Necessary dependency should be installed automatically in the process.

#### Basic Tutorial

In [9]:
# Load necessary packages
import ssms
import lanfactory 
import os
import numpy as np
from copy import deepcopy
import torch

#### Generate Training Data
First we need to generate some training data. As mentioned above we will do so using the `ssms` python package, however without delving into a detailed explanation
of this package. Please refer to the [basic ssms tutorial] (https://github.com/AlexanderFengler/ssm_simulators) in case you want to learn more.

In [4]:
# Make configs

# Initialize the generator config (for MLP LANs)
generator_config = deepcopy(ssms.config.data_generator_config['lan']['mlp'])
# Specify generative model (one from the list of included models mentioned above)
generator_config['dgp_list'] = 'angle' 
# Specify number of parameter sets to simulate
generator_config['n_parameter_sets'] = 100 
# Specify how many samples a simulation run should entail
generator_config['n_samples'] = 1000
# Specify folder in which to save generated data
generator_config['output_folder'] = 'data/lan_mlp/'

# Make model config dict
model_config = ssms.config.model_config['angle']

In [12]:
# MAKE DATA

my_dataset_generator = ssms.dataset_generators.data_generator(generator_config = generator_config,
                                                              model_config = model_config)
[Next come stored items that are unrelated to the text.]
/**
 * Streams a field-totals CSV (`start,end,meterRun,quantity,value,unit`; quantity is
 * standard-volume, mass or energy, unit one of the named units) into field_totals, for
 * reconciliation against Tallyrun's own totals. A repeated row (same meter run and period)
 * replaces the value in force in field_totals and counts as a duplicate; every value imported is
 * also kept in field_total_versions with its import and line, so the earlier one stays on record.
 */
export async function importFieldTotalsCsv(deps: { pool: Pool }, importId: string, file: string) {
  const p: Progress = {
    bytesRead: 0,
    rowsRead: 0,
    rowsImported: 0,
    duplicates: 0,
    conflicts: 0,
    rejected: 0,
    errors: [],
  };
  const input = fs.createReadStream(file);
  input.on('data', (chunk) => (p.bytesRead += chunk.length));
  const parser = input.pipe(
    parse({ bom: true, trim: true, skip_empty_lines: true, relax_column_count: true, info: true }),
  );
  const runs = new Map(
    (await deps.pool.query<{ id: string; tag: string }>('SELECT id::text, tag FROM meter_runs')).rows.map((r) => [
      r.tag,
      r.id,
    ]),
  );
  const column = { 'standard-volume': 'standard_volume_m3', mass: 'mass_kg', energy: 'energy_j' } as const;
  const expectedUnit = { 'standard-volume': 'volume', mass: 'mass', energy: 'energy' } as const;
  let header: string[] | null = null;
  try {
    for await (const { record, info } of parser as AsyncIterable<{ record: string[]; info: { lines: number } }>) {
      const line = info.lines;
      if (!header) {
        header = record.map((h) => h.toLowerCase());
        const missing = ['start', 'end', 'meterrun', 'quantity', 'value', 'unit'].filter((c) => !header!.includes(c));
        if (missing.length)
          throw new Error(
            `line ${line}: the header must be start,end,meterRun,quantity,value,unit; missing ${missing.join(', ')}`,
          );
        continue;
      }
      p.rowsRead++;
      const row: Record<string, string> = {};
      header.forEach((h, i) => (row[h] = record[i] ?? ''));
      const runId = runs.get(row.meterrun);
      const start = Date.parse(row.start);
      const end = Date.parse(row.end);
      const value = Number(row.value);
      const quantity = row.quantity as keyof typeof column;
      const offset = /(Z|[+-]\d{2}:?\d{2})$/i;
      if (!runId) reject(p, line, `meterRun: unknown meter run ${row.meterrun}`);
      else if (!offset.test(row.start) || Number.isNaN(start))
        reject(p, line, 'start: must be ISO 8601 with an offset or Z');
      else if (!offset.test(row.end) || Number.isNaN(end) || end <= start)
        reject(p, line, 'end: must be ISO 8601 with an offset, after start');
      else if (!(quantity in column)) reject(p, line, 'quantity: must be standard-volume, mass or energy');
      else if (row.value === '' || !Number.isFinite(value) || value < 0) reject(p, line, 'value: must be a number ≥ 0');
      else {
        let si: number;
        try {
          si = toSI(value, row.unit);
        } catch {
          reject(p, line, `unit: unknown unit ${row.unit}`);
          continue;
        }
        if (unitQuantity(row.unit) !== expectedUnit[quantity]) {
          reject(p, line, `unit: ${row.unit} is not a unit of ${quantity}`);
          continue;
        }
        const col = column[quantity];
        // One statement: the version is kept exactly when the value in force is written.
        const res = await deps.pool.query<{ inserted: boolean }>(
          `WITH version AS (
             INSERT INTO field_total_versions (meter_run_id, period_start, period_end, quantity, value_si, import_id, line, unit)
             VALUES ($1, to_timestamp($2 / 1000.0), to_timestamp($3 / 1000.0), $6, $4, $5, $7, $8)
           )
           INSERT INTO field_totals (meter_run_id, period_start, period_end, ${col}, import_id)
           VALUES ($1, to_timestamp($2 / 1000.0), to_timestamp($3 / 1000.0), $4, $5)
           ON CONFLICT (meter_run_id, period_start, period_end) DO UPDATE SET ${col} = EXCLUDED.${col}, import_id = EXCLUDED.import_id
           RETURNING (xmax = 0) AS inserted`,
          // The unit as the field device reported it, so reconciliation shows figures in it.
          [runId, start, end, si, importId, quantity, line, row.unit],
        );
        if (res.rows[0].inserted) p.rowsImported++;
        else p.duplicates++;
      }
    }
    await saveFinal(deps.pool, importId, p, 'done');
  } catch (err) {
    const stored = `${p.rowsImported} new field totals and ${p.duplicates} repeated ones of the lines before are stored, nothing after`;
    reject(p, p.rowsRead + 1, stopReason(err, stored));
    await saveFinal(deps.pool, importId, p, 'failed');
  }
}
training_data = my_dataset_generator.generate_data_training_uniform(save = True)

checking:  data/lan_mlp/
simulation round: 1  of 10
simulation round: 2  of 10
simulation round: 3  of 10
simulation round: 4  of 10
simulation round: 5  of 10
simulation round: 6  of 10
simulation round: 7  of 10
simulation round: 8  of 10
simulation round: 9  of 10
simulation round: 10  of 10
Writing to file:  data/lan_mlp/training_data_0_nbins_0_n_1000/angle/training_data_angle_18ef3b40b6e611ecbc37acde48001122.pickle


In [31]:
# MAKE DATALOADERS

# List of datafiles (here only one)
folder_ = 'data/lan_mlp/training_data_0_nbins_0_n_1000/angle/'
file_list_ = [folder_ + file_ for file_ in os.listdir(folder_)]

# Training dataset
torch_training_dataset = lanfactory.trainers.DatasetTorch(file_IDs = file_list_,
                                                          batch_size = 128)

torch_training_dataloader = torch.utils.data.DataLoader(torch_training_dataset,
                                                         shuffle = True,
                                                         batch_size = None,
                                                         num_workers = 1,
                                                         pin_memory = True)

# Validation dataset
torch_validation_dataset = lanfactory.trainers.DatasetTorch(file_IDs = file_list_,
                                                          batch_size = 128)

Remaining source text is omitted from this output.